その理由として「世界の大学ランキングで東大は17位。GDPが世界2位の
我が国のトップの大学がこのレベルでは情けない。
最上位にランクされるハーバードやMIT,オクスフォードやケンブリッジ等は
全て私学であり、その意味でも東大の民営化には意義がある」と述べた。
この時は会場で大喝采がおき拍手や口笛が鳴り止まず、竹中氏は大いに
満足していた。
最近マスコミ誌上で氏は東大民営化論を積極的に発言しているが、この時
のACCJでの反応の良さに自信を得ての事に違いない、と私は見ている。

ただ福田内閣では構造改革のスピードが鈍化したとの見方に触れ、
経済学者ロバート・フェルドマンが発見した"CRIC"
[Crisis, Response, Improvement, Complacency]サイクルの
最終段階「Complacency = 満足感」に日本がひたってしまい、
「我々は構造改革をやり遂げた。

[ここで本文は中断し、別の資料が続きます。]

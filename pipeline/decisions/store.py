"""Reading the decisions file: TOML, JSON Schema, then the checks the schema cannot express.

Recipe: (1) parse the TOML (a syntax error names the line); (2) turn dates into ISO strings
and validate against ``schemas/decisions.schema.json``, collecting every violation; (3) check
what needs the code: unique ids, one action per decision, known check ids and threshold names
with values of the right type, a temperature range that is a range; (4) parse into pydantic
models. Every problem names the decision (its id, or its position when it has none) and the
key, e.g. ``raw/decisions.toml: decision 'D-0003', key 'waive_check.until': ...``.

Nothing here reads the store: whether a reference still points at something is
:mod:`pipeline.decisions.apply`'s business (a *dangling* decision is reported, not an error).
"""

from __future__ import annotations

from datetime import date, datetime
from pathlib import Path
from typing import Any, Mapping

import jsonschema

from pipeline.decisions.model import ACTIONS, Decision, DecisionSet
from pipeline.errors import ConfigError
from pipeline.ingest.contract import Validator, key_path, load_schema, schema_message
from pipeline.ingest.rawread import MAX_TOML_BYTES, parse_toml, read_regular

SCHEMA_NAME = "decisions.schema.json"
DEFAULT_PATH = Path("raw") / "decisions.toml"
FORMAT_VERSION = 1


class DecisionsError(ConfigError):
    """The decisions file is malformed; names the decision and the key at fault (exit 2)."""

    def __init__(self, message: str, *, file: str | None = None, decision: str | None = None,
                 key: str | None = None):
        self.decision = decision
        super().__init__(message, file=file, key=key)

    def _compose(self) -> str:
        where = [str(self.file)] if self.file else []
        if self.decision:
            where.append(f"decision {self.decision!r}")
        if self.key:
            where.append(f"key '{self.key}'")
        return (", ".join(where) + ": " if where else "") + self.detail


# -- the public entry points -------------------------------------------------------------------
def resolve_path(path: str | Path | None) -> Path:
    """The decisions file in use: ``path`` when given, else ``raw/decisions.toml``."""
    return Path(path) if path else DEFAULT_PATH


def load_decisions(path: str | Path | None = None) -> DecisionSet:
    """Read and validate the decisions file.

    Parameters
    ----------
    path : str or Path, optional
        The file. When None, ``raw/decisions.toml``; a missing default file means no decisions,
        a missing file that was named is an error.

    Raises
    ------
    DecisionsError
        On a TOML syntax error or any violation, naming the decision and key.
    """
    target = resolve_path(path)
    if path is None and not target.exists():
        return DecisionSet(path=str(target))
    return parse_document(read_document(target), str(target))


def add_decisions_argument(parser) -> None:
    """The ``--decisions PATH`` option every stage command that honours decisions shares."""
    parser.add_argument("--decisions", metavar="PATH", default=None,
                        help=f"curation decisions file (default: {DEFAULT_PATH}; none when absent)")


def read_document(path: Path) -> dict:
    """The parsed TOML of ``path``; a syntax error names the file and the line. Only a regular
    file is read, within the size and nesting bounds of :mod:`pipeline.ingest.rawread`."""
    data = read_regular(path, str(path), limit=MAX_TOML_BYTES, error=_read_error)
    return parse_toml(data, str(path), _read_error)


def _read_error(message: str, *, file: str | None = None) -> DecisionsError:
    """How :mod:`pipeline.ingest.rawread` reports a problem of the decisions file."""
    if message == "file not found":
        message = "decisions file not found"
    return DecisionsError(message, file=file)


def parse_document(document: Mapping[str, Any], label: str) -> DecisionSet:
    """Validate a parsed decisions document and build the models (see the module recipe)."""
    plain = _plain(document)
    problems = problems_in(plain)
    if problems:
        first, rest = problems[0], problems[1:]
        more = ""
        if rest:
            more = f" (and {len(rest)} more: " + "; ".join(
                f"{_where(d, k)}: {m}" for d, k, m in rest[:4]) + ")"
        raise DecisionsError(first[2] + more, file=label, decision=first[0], key=first[1])
    return DecisionSet(path=label, decisions=tuple(
        Decision.model_validate(entry) for entry in plain.get("decision", [])))


def problems_in(plain: Mapping[str, Any]) -> list[tuple[str | None, str | None, str]]:
    """Every problem of a plain (JSON-like) document as (decision, key, message), in order."""
    entries = plain.get("decision", [])
    names = _names(entries)
    found = _schema_problems(plain, names) + _action_problems(entries, names)
    if not found:
        found = _semantic_problems(entries, names)
    order = {n: i for i, n in enumerate(names)}
    return sorted(dict.fromkeys(found),
                  key=lambda p: (order.get(p[0], -1), p[1] is None, p[1] or "", p[2]))


# -- step 2: JSON Schema -----------------------------------------------------------------------
def _plain(value: Any) -> Any:
    """Dates as ISO strings (datetimes keep their time, so the schema rejects them)."""
    if isinstance(value, Mapping):
        return {str(k): _plain(v) for k, v in value.items()}
    if isinstance(value, list):
        return [_plain(v) for v in value]
    if isinstance(value, (date, datetime)):
        return value.isoformat()
    return value


def _names(entries: Any) -> list[str]:
    """How each decision is named in messages: its id, or ``#n`` (1-based) without one."""
    if not isinstance(entries, list):
        return []
    return [e["id"] if isinstance(e, Mapping) and isinstance(e.get("id"), str) and e["id"]
            else f"#{i + 1}" for i, e in enumerate(entries)]


_FRIENDLY = {
    ("waive_check", "anyOf"): "give 'until' (a date) or 'input_hash' (or both): a waiver must "
                              "be able to lapse",
}


def _schema_problems(plain, names: list[str]) -> list[tuple[str | None, str | None, str]]:
    validator = Validator(load_schema(SCHEMA_NAME),
                          format_checker=jsonschema.Draft202012Validator.FORMAT_CHECKER)
    out = []
    for err in validator.iter_errors(plain):
        path = list(err.absolute_path)
        if err.validator == "oneOf":
            continue  # one action per decision, and the two reference forms: _action_problems
        decision, rel = None, path
        if len(path) >= 2 and path[0] == "decision" and isinstance(path[1], int):
            decision, rel = names[path[1]] if path[1] < len(names) else f"#{path[1] + 1}", path[2:]
        key = key_path(rel) if rel else None
        message = schema_message(err)
        if err.validator == "required":
            missing = [p for p in err.validator_value if p not in err.instance]
            key = ".".join(filter(None, [key, missing[0]])) if missing else key
            message = "required key is missing"
        elif err.validator == "additionalProperties":
            allowed = set(err.schema.get("properties", {}))
            extra = sorted(set(err.instance) - allowed)
            key = ".".join(filter(None, [key, extra[0]])) if extra else key
            message = f"unknown key; valid keys: {', '.join(sorted(allowed))}"
        elif err.validator == "pattern" and rel and rel[-1] in ("why", "who"):
            message = "must not be empty"
        elif rel and (rel[0], err.validator) in _FRIENDLY:
            message = _FRIENDLY[(rel[0], err.validator)]
        elif err.validator == "format" and err.validator_value == "date":
            message = f"{err.instance!r} is not a valid date (YYYY-MM-DD)"
        if decision is None and key is None:
            key = "(top level)"
        out.append((decision, key, message))
    return out


def _action_problems(entries, names) -> list[tuple[str | None, str | None, str]]:
    """One action per decision; an observation reference is rows of a file or a filter."""
    out = []
    if not isinstance(entries, list):
        return out
    for name, entry in zip(names, entries):
        if not isinstance(entry, Mapping):
            continue
        present = [a for a in ACTIONS if a in entry]
        if len(present) != 1:
            found = f"found {', '.join(present)}" if present else "found none"
            out.append((name, None, f"give exactly one action ({', '.join(ACTIONS)}); {found}"))
        ref = entry.get("exclude_observations")
        if isinstance(ref, Mapping):
            rows_form = [k for k in ("file", "rows", "file_sha256") if k in ref]
            filter_form = [k for k in ("fluid", "boundary", "solid_phase", "T_min_K", "T_max_K")
                           if k in ref]
            if rows_form and filter_form:
                out.append((name, f"exclude_observations.{filter_form[0]}",
                            "give either file and rows, or a filter (fluid, boundary, T_min_K, "
                            f"T_max_K), not both (found {', '.join(rows_form + filter_form)})"))
            elif rows_form:
                for k in ("file", "rows"):
                    if k not in ref:
                        out.append((name, f"exclude_observations.{k}",
                                    "required key is missing (a row reference gives source, "
                                    "file and rows)"))
            else:
                for k in ("fluid", "boundary"):
                    if k not in ref:
                        out.append((name, f"exclude_observations.{k}",
                                    "required key is missing (give file and rows, or a filter: "
                                    "fluid, boundary and optionally T_min_K, T_max_K)"))
    return out


# -- step 3: what the schema cannot say --------------------------------------------------------
def _semantic_problems(entries, names) -> list[tuple[str | None, str | None, str]]:
    from pipeline.checks.findings import SEVERITIES
    from pipeline.checks.registry import all_checks

    checks = all_checks()
    out = []
    seen: dict[str, str] = {}
    thresholds = None
    for name, entry in zip(names, entries):
        if entry["id"] in seen:
            out.append((name, "id", f"duplicate id (also decision {seen[entry['id']]!r} before "
                                    "it); ids must be unique"))
        seen.setdefault(entry["id"], name)
        ref = entry.get("exclude_observations") or {}
        lo, hi = ref.get("T_min_K"), ref.get("T_max_K")
        if lo is not None and hi is not None and lo > hi:
            out.append((name, "exclude_observations.T_max_K",
                        f"T_max_K = {hi:g} K is below T_min_K = {lo:g} K"))
        for kind in ("waive_check", "override_threshold"):
            action = entry.get(kind)
            if action is None:
                continue
            if action["check"] not in checks:
                out.append((name, f"{kind}.check", f"unknown check id {action['check']!r}; "
                                                   f"valid ids: {', '.join(checks)}"))
                continue
            if kind != "override_threshold":
                continue
            if thresholds is None:
                from pipeline.checks.thresholds import Thresholds

                thresholds = Thresholds.load()
            known = thresholds.for_check(action["check"])
            key, value = action["threshold"], action["value"]
            if key not in known:
                out.append((name, f"{kind}.threshold",
                            f"unknown threshold {key!r} of {action['check']}; valid: "
                            f"{', '.join(known) or '(none)'}"))
            elif not _same_kind(known[key], value):
                out.append((name, f"{kind}.value", f"value {value!r} has the wrong type for "
                                                   f"{key} (default is {known[key]!r})"))
            elif key == "severity" and value not in SEVERITIES:
                out.append((name, f"{kind}.value", f"severity must be one of {SEVERITIES}"))
    return out


def _same_kind(default: Any, value: Any) -> bool:
    """Numbers replace numbers, booleans booleans, strings strings."""
    if isinstance(default, bool) or isinstance(value, bool):
        return isinstance(default, bool) and isinstance(value, bool)
    if isinstance(default, (int, float)):
        return isinstance(value, (int, float))
    return type(default) is type(value)


def _where(decision: str | None, key: str | None) -> str:
    parts = ([f"decision {decision!r}"] if decision else []) + ([f"key '{key}'"] if key else [])
    return ", ".join(parts) or "(top level)"

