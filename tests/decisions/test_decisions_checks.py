"""Exclusions apply to the checks too: excluded data leave the check inputs, and the findings
that rested on them are listed as 'excluded' with the decision's id (demo data)."""

from __future__ import annotations

import json

import pytest

from decisions_fixtures import demo_copy
from pipeline.checks import load_fluid_data, run_checks
from pipeline.decisions import load_decisions
from pipeline.decisions.apply import latest_check_run
from pipeline.decisions.checks import check_exclusions, check_inputs, split_fluids
from pipeline.nightly import NightlyOptions, run_nightly
from pipeline.store import open_store

N2_RIG_B = "brackenridge-rig-b-nitrogen-2022-11"   # the kPa-as-Pa file's source (raw/README.md)
N2_RIG_B_FILE = f"{N2_RIG_B}/nitrogen-vapour-pressure-rig-b.csv"
N2_LIT = "lit-nitrogen-critical-point"             # the discrepant Tc = 126.55 K
CO2_MELT = "lit-co2-melting-transcribed/co2-melting-transcribed.csv"


@pytest.fixture()
def demo(tmp_path_factory, tmp_path):
    return demo_copy(tmp_path_factory, tmp_path)


def _latest(demo, where: str = "TRUE") -> list[tuple]:
    with open_store(demo.store, read_only=True) as s:
        return s.con.execute(
            "SELECT check_id, subject, status, decision_id FROM check_result WHERE run_id = ? "
            f"AND fluid_id = 'nitrogen' AND {where} ORDER BY ALL",
            [latest_check_run(s.con)]).fetchall()


def test_an_excluded_source_takes_its_file_failure_with_it(demo, capsys):
    """Excluding the rig-B nitrogen source (no waiver): its unit mix-up failure is listed as
    excluded by that decision, its points no longer count as outliers, and 'decisions' says
    the decision touches that check."""
    assert demo.cli("check", "--fluid", "nitrogen") == 1      # unit mix-up and Tc fail
    assert demo.decide("exclude-source", "--fluid", "nitrogen", "--source", N2_RIG_B,
                       why="kPa recorded as Pa; the lab re-issues the file") == 0
    assert demo.cli("fit", "-q") == 0
    capsys.readouterr()
    assert demo.cli("check", "--fluid", "nitrogen") == 1      # the Tc disagreement remains
    out = capsys.readouterr().out
    assert "decision D-0001: 1 finding(s) rest on data it excluded" in out
    rows = _latest(demo, "status IN ('fail', 'warn', 'excluded') AND check_id <> "
                         "'data.reduced-chi-square'")
    assert rows == [("data.unit-mixup", f"file:{N2_RIG_B_FILE}|liquid-vapour", "excluded",
                     "D-0001"),
                    ("sources.agreement", "critical:vapour,liquid|Tc", "fail", None)]
    with open_store(demo.store, read_only=True) as s:
        message = s.con.execute("SELECT message FROM check_result WHERE run_id = ? AND "
                                "status = 'excluded'", [latest_check_run(s.con)]).fetchone()[0]
    assert "kPa recorded as Pa (factor 1000)" in message   # the finding keeps its diagnosis
    assert "[excluded by D-0001: kPa recorded as Pa; the lab re-issues the file;" in message
    capsys.readouterr()
    assert demo.cli("decisions", "--json", "-") == 0
    (d,) = json.loads(capsys.readouterr().out)["decisions"]
    assert d["touches"]["observations"] == 21 and d["touches"]["checks"] == 1
    assert d["checks"][0]["status"] == "excluded"


def test_excluding_a_sources_constant_removes_the_disagreement(demo):
    """Excluding only the literature Tc takes the nitrogen Tc disagreement out: no failure is
    left for nitrogen once the rig-B file is excluded too (exit 0)."""
    assert demo.decide("exclude-source", "--fluid", "nitrogen", "--source", N2_LIT,
                       "--constant", "Tc", why="superseded by the 2000 evaluation") == 0
    assert demo.decide("exclude-source", "--fluid", "nitrogen", "--source", N2_RIG_B,
                       why="kPa recorded as Pa") == 0
    assert demo.cli("fit", "-q") == 0
    assert demo.cli("check", "--fluid", "nitrogen", "-q") == 0
    excluded = _latest(demo, "status = 'excluded'")
    assert ("sources.agreement", "critical:vapour,liquid|Tc", "excluded", "D-0001") in excluded
    assert _latest(demo, "status = 'fail'") == []
    # pc of the same source is not excluded: still compared (and in agreement)
    assert _latest(demo, "subject = 'critical:vapour,liquid|pc'")[0][2] == "pass"


def test_a_finding_that_stands_without_the_excluded_data_is_kept(demo):
    """Excluding one row of the reversed CO2 melting file leaves 12 rows whose slope is still
    negative: the clapeyron.slope-sign failure stands as a failure, not as excluded."""
    assert demo.decide("exclude-observations", "--source", "lit-co2-melting-transcribed",
                       "--file", CO2_MELT, "--row", "1", why="row 1 illegible") == 0
    with open_store(demo.store, read_only=True) as s:
        decisions = load_decisions(demo.decisions)
        data = load_fluid_data(s.con, ["carbon-dioxide"])
        kept, steps = check_inputs(s.con, decisions, data, None)
        excl = check_exclusions(s.con, decisions)
    assert len(kept["carbon-dioxide"].observations) == len(data["carbon-dioxide"].observations) - 1
    assert list(excl.observations.values()) == ["D-0001"]
    run = run_checks(kept, checks=["clapeyron.slope-sign"], postprocessors=steps)
    (bad,) = [r for r in run.results if r.status not in ("pass", "skip")]
    assert bad.status == "fail" and bad.decision_id is None and "12 melting points" in bad.message


def test_without_exclusions_the_inputs_are_untouched(demo):
    """No decisions: every fluid object is passed through as it is, nothing to re-check."""
    with open_store(demo.store, read_only=True) as s:
        data = load_fluid_data(s.con)
        kept, full = split_fluids(data, check_exclusions(s.con, load_decisions(demo.decisions)))
    assert full == {} and all(kept[f] is data[f] for f in data)


def test_the_nightly_reports_excluded_findings_with_their_decision(demo, tmp_path):
    """In the nightly run the excluded finding has status 'excluded' and its decision id in
    results.json, and counts as neither a failure nor a warning."""
    assert demo.decide("exclude-source", "--fluid", "nitrogen", "--source", N2_RIG_B,
                       why="kPa recorded as Pa") == 0
    result = run_nightly(NightlyOptions(store=demo.store, raw=demo.raw, quiet=True,
                                        reports=tmp_path / "reports", exit_zero=True,
                                        decisions=demo.decisions))
    doc = json.loads(open(result.report["results"], encoding="utf-8").read())
    excluded = [(r["check_id"], r["fluid_id"], r["decision_id"]) for r in doc["results"]
                if r["status"] == "excluded"]
    assert excluded == [("data.unit-mixup", "nitrogen", "D-0001")]
    assert doc["run"]["counts"]["excluded"] == 1 == result.counts["excluded"]
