"""Hostile or careless decisions: non-finite thresholds, deep nesting, FIFOs, control characters (issue 13)."""

from __future__ import annotations

import math
import os
import subprocess
import sys
import xml.etree.ElementTree as ET

import pytest

from decisions_fixtures import CURATOR, demo_copy
from pipeline.checks.thresholds import Thresholds
from pipeline.decisions import DecisionsError, load_decisions, with_threshold_overrides
from pipeline.ingest.rawread import MAX_TOML_DEPTH

OVERRIDE = """format_version = 1

[[decision]]
id = "D-0001"
who = "Odile Marchetti"
when = 2026-12-01
why = "wider limit"
[decision.override_threshold]
check = "sources.agreement"
fluid = "nitrogen"
threshold = "z_max"
value = {value}
"""


@pytest.mark.parametrize("value", ["nan", "inf", "-inf", "1e999"])
def test_decide_refuses_a_non_finite_threshold_override(tmp_path_factory, tmp_path, capsys, value):
    """Case 4: `decide override-threshold --value nan` exits 2 and writes nothing (a NaN threshold would turn a failing check into a pass or warning)."""
    demo = demo_copy(tmp_path_factory, tmp_path)
    before = demo.decisions.read_bytes()
    capsys.readouterr()
    code = demo.decide("override-threshold", "--check", "sources.agreement", "--fluid",
                       "nitrogen", "--threshold", "z_max", f"--value={value}")
    err = capsys.readouterr().err
    assert code == 2 and "expected a finite number" in err, err
    assert demo.decisions.read_bytes() == before


@pytest.mark.parametrize("value", ["nan", "+inf", "-inf"])
def test_a_non_finite_override_written_by_hand_is_refused(tmp_path, value):
    """Case 4: a hand-written `value = nan` in decisions.toml is refused naming the decision and the key."""
    path = tmp_path / "decisions.toml"
    path.write_text(OVERRIDE.format(value=value), encoding="utf-8")
    with pytest.raises(DecisionsError, match="not a finite number") as err:
        load_decisions(path)
    assert err.value.decision == "D-0001" and err.value.key == "override_threshold.value"


def test_the_nan_override_no_longer_softens_a_failing_check(tmp_path_factory, tmp_path, capsys):
    """Case 4: the nitrogen Tc disagreement still fails once a finite override is the only way in, and a NaN one cannot be merged into the thresholds."""
    demo = demo_copy(tmp_path_factory, tmp_path)
    assert demo.cli("check", "--fluid", "nitrogen", "--check", "sources.agreement") == 1
    demo.decisions.write_text(OVERRIDE.format(value="nan"), encoding="utf-8")
    capsys.readouterr()
    assert demo.cli("check", "--fluid", "nitrogen", "--check", "sources.agreement") == 2
    assert "not a finite number" in capsys.readouterr().err
    demo.decisions.write_text(OVERRIDE.format(value="3.0"), encoding="utf-8")
    merged = with_threshold_overrides(Thresholds.load(), load_decisions(demo.decisions))
    assert math.isfinite(merged.for_check("sources.agreement", "nitrogen")["z_max"])


@pytest.mark.parametrize("body", [
    "format_version = 1\nx = " + "[" * 5000 + "]" * 5000 + "\n",
    "format_version = 1\nx = " + "{a = " * 3000 + "1" + "}" * 3000 + "\n",
    "format_version = 1\n" + ".".join(["k"] * 4000) + " = 1\n",
])
def test_a_deeply_nested_decisions_file_is_refused_with_one_message(tmp_path, body):
    """Case 2: a value nested thousands of levels deep in decisions.toml is refused naming the file, not a RecursionError."""
    path = tmp_path / "decisions.toml"
    path.write_text(body, encoding="utf-8")
    with pytest.raises(DecisionsError, match=f"nested .*limit is {MAX_TOML_DEPTH} levels"):
        load_decisions(path)


def test_the_nightly_stops_with_exit_2_on_a_deeply_nested_decisions_file(tmp_path):
    """Case 2: the nightly job reads decisions.toml first; a hostile one gives exit 2 and one line, never exit 3."""
    raw = tmp_path / "raw"
    raw.mkdir()
    (raw / "decisions.toml").write_text("x = " + "[" * 3000 + "]" * 3000 + "\n", "utf-8")
    proc = subprocess.run([sys.executable, "-m", "pipeline.cli", "nightly", "--raw", str(raw),
                           "--reports", str(tmp_path / "reports"), "--store",
                           str(tmp_path / "s.duckdb")], capture_output=True, text=True,
                          timeout=120)
    assert proc.returncode == 2, proc.stderr
    assert "decisions.toml: nested 3000 levels deep at line 1" in proc.stderr
    assert "Traceback" not in proc.stderr


@pytest.mark.skipif(not hasattr(os, "mkfifo"), reason="named pipes need POSIX")
def test_a_decisions_file_that_is_a_fifo_is_refused_without_hanging(tmp_path):
    """Case 8: a FIFO named decisions.toml is refused at once (reading it would block forever)."""
    path = tmp_path / "decisions.toml"
    os.mkfifo(path)
    proc = subprocess.run([sys.executable, "-m", "pipeline.cli", "decisions", "--decisions",
                           str(path), "--store", str(tmp_path / "none.duckdb")],
                          capture_output=True, text=True, timeout=60)
    assert proc.returncode == 2
    assert "is a named pipe (FIFO), not a regular file; refused" in proc.stderr


def test_a_decision_reason_with_control_characters_keeps_outputs_clean(tmp_path_factory,
                                                                      tmp_path, capsys):
    """Case 6: a waiver whose reason holds ESC and BEL: the check table and junit.xml carry them escaped, and junit.xml parses."""
    demo = demo_copy(tmp_path_factory, tmp_path)
    reason = "under review \x1b[2J\x1b]0;owned\x07 with the lab"
    assert demo.cli("decide", "waive-check", "--check", "sources.agreement", "--fluid",
                    "nitrogen", "--until", "2999-12-31", "--why", reason, "--who", CURATOR) == 0
    junit = tmp_path / "junit.xml"
    capsys.readouterr()
    assert demo.cli("check", "--fluid", "nitrogen", "--check", "sources.agreement",
                    "--junit", str(junit)) == 0
    out, err = capsys.readouterr()
    assert "\x1b" not in out + err and "\x07" not in out + err
    assert "under review \\x1b[2J" in out
    skipped = [e.get("message") for e in ET.parse(junit).getroot().iter("skipped")]
    assert any("under review \\x1b[2J\\x1b]0;owned\\x07 with the lab" in m for m in skipped)


@pytest.mark.parametrize("text,key", [
    ('["triple-point.on-curves"]\nz_max = nan\n', "triple-point.on-curves.z_max"),
    ('[fluid.water."data.outliers"]\nz_max = inf\n', "fluid.water.data.outliers.z_max"),
])
def test_a_non_finite_threshold_in_a_user_file_is_refused(tmp_path, text, key):
    """Case 4: a threshold file (--config) setting nan or inf is refused naming the key, like a decision's override."""
    from pipeline.errors import ConfigError

    cfg = tmp_path / "thresholds.toml"
    cfg.write_text(text, encoding="utf-8")
    with pytest.raises(ConfigError, match="not a finite number") as err:
        Thresholds.load(cfg)
    assert err.value.key == key
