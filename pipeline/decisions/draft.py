"""What ``fluidledger decide`` records from the store before a decision is written.

A new decision must point at something now: the rows exist in the current file (and its
SHA-256 is recorded), the source states the constant, the check has a result whose input hash
is recorded. :func:`draft` completes an action's keys from the store and refuses a decision
that would be dangling the moment it is written.
"""

from __future__ import annotations

import math

from datetime import date
from typing import Any, Callable, Mapping

from pipeline.decisions.apply import (
    fluid_known,
    source_rule_dangling,
    latest_check_run,
    resolve_observations,
)
from pipeline.decisions.model import Decision
from pipeline.decisions.store import DecisionsError

_TRUE, _FALSE = ("true", "yes", "1", "on"), ("false", "no", "0", "off")


def _probe(kind: str, spec: Mapping[str, Any]) -> Decision:
    """A throw-away decision carrying ``spec``, to resolve it like a stored one."""
    return Decision.model_validate({"id": "new", "who": "-", "when": date.today(), "why": "-",
                                    kind: dict(spec)})


def _refuse(kind: str, message: str) -> DecisionsError:
    return DecisionsError(f"not recorded: {message}", key=kind)


def _exclude_observations(con, spec: dict) -> dict:
    if spec.get("file"):
        row = con.execute("SELECT sha256 FROM raw_file_current WHERE path = ? AND role = 'table'",
                          [spec["file"]]).fetchone()
        if row is None:
            known = [r[0] for r in con.execute(
                "SELECT path FROM raw_file_current WHERE role = 'table' AND source_id = ? "
                "ORDER BY path", [spec["source"]]).fetchall()]
            raise _refuse("exclude_observations", f"file {spec['file']} is not in the store "
                          f"(files of {spec['source']}: {', '.join(known) or 'none'})")
        spec.setdefault("file_sha256", row[0])
    resolved = resolve_observations(con, _probe("exclude_observations", spec))
    if resolved.dangling:
        raise _refuse("exclude_observations", resolved.dangling)
    return spec


def _source_rule(kind: str) -> Callable[[Any, dict], dict]:
    def complete(con, spec: dict) -> dict:
        dangling = source_rule_dangling(con, _probe(kind, spec))
        if dangling:
            raise _refuse(kind, dangling)
        return spec
    return complete


def _waive_check(con, spec: dict) -> dict:
    if not fluid_known(con, spec["fluid"]):
        raise _refuse("waive_check", f"fluid {spec['fluid']} is not in the store")
    if spec.get("until") is not None and spec.get("input_hash") is None:
        return spec  # a waiver by date only
    run_id = latest_check_run(con)
    rows = [] if run_id is None else con.execute(
        "SELECT subject, status, input_hash FROM check_result WHERE run_id = ? AND check_id = ? "
        "AND fluid_id = ? ORDER BY subject", [run_id, spec["check"], spec["fluid"]]).fetchall()
    if not rows:
        raise _refuse("waive_check", f"no result of {spec['check']} for {spec['fluid']} in the "
                      "latest check run; run 'fluidledger check' first, or give --until DATE")
    subject = spec.get("subject")
    if subject is not None:
        picked = [r for r in rows if r[0].split("#", 1)[0] == subject]
        if not picked:
            raise _refuse("waive_check", f"{spec['check']} has no subject {subject!r} for "
                          f"{spec['fluid']}; subjects: {', '.join(repr(r[0]) for r in rows)}")
        rows = picked
    if spec.get("input_hash") in (None, "current"):
        spec["input_hash"] = next((r[2] for r in rows if r[2]), None)
        if spec["input_hash"] is None:
            raise _refuse("waive_check", "the check results carry no input hash; give --until")
    return spec


def coerce_value(text: str, default: Any) -> Any:
    """A threshold value typed on the command line, given the type of the default."""
    if isinstance(default, bool):
        low = text.strip().lower()
        if low in _TRUE or low in _FALSE:
            return low in _TRUE
        raise DecisionsError(f"expected true or false, got {text!r}",
                             key="override_threshold.value")
    if isinstance(default, (int, float)):
        try:
            number = float(text)
        except ValueError:
            raise DecisionsError(f"expected a number, got {text!r}",
                                 key="override_threshold.value") from None
        if not math.isfinite(number):
            raise DecisionsError(f"expected a finite number, got {text!r} (NaN and infinity "
                                 "would make every comparison with the threshold false)",
                                 key="override_threshold.value")
        return int(number) if isinstance(default, int) and number.is_integer() else number
    return text


def _override_threshold(con, spec: dict) -> dict:
    from pipeline.checks.thresholds import Thresholds

    if not fluid_known(con, spec["fluid"]):
        raise _refuse("override_threshold", f"fluid {spec['fluid']} is not in the store")
    known = Thresholds.load().for_check(spec["check"])
    if spec["threshold"] in known and isinstance(spec["value"], str):
        spec["value"] = coerce_value(spec["value"], known[spec["threshold"]])
    return spec  # check id and threshold name are validated with the whole file


_COMPLETE: dict[str, Callable[[Any, dict], dict]] = {
    "exclude_observations": _exclude_observations,
    "exclude_source": _source_rule("exclude_source"),
    "prefer_source": _source_rule("prefer_source"),
    "waive_check": _waive_check,
    "override_threshold": _override_threshold,
}


def draft(con, kind: str, spec: Mapping[str, Any]) -> dict:
    """``spec`` completed from the store (file_sha256, input_hash, typed values), without
    None values; raises :class:`DecisionsError` when the decision would be dangling."""
    return _COMPLETE[kind](con, {k: v for k, v in spec.items() if v is not None})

ここらでちょっと一休みしよう」という
マインドになっていると警告し、講演を締めくくった。

メディアを通しては窺い知れない竹中氏のユーモアのセンス、迫力、
そして私とレベルの変わらない英語の発音に触れることができ、今回の
ACCJセミナーは大満足。今後の氏の活躍をますます見逃せなくなった。

写真はACCJ会報の表紙を飾った竹中氏の肖像画。このセミナーの後、
この絵のオリジナルが記念品として竹中氏に寄贈された。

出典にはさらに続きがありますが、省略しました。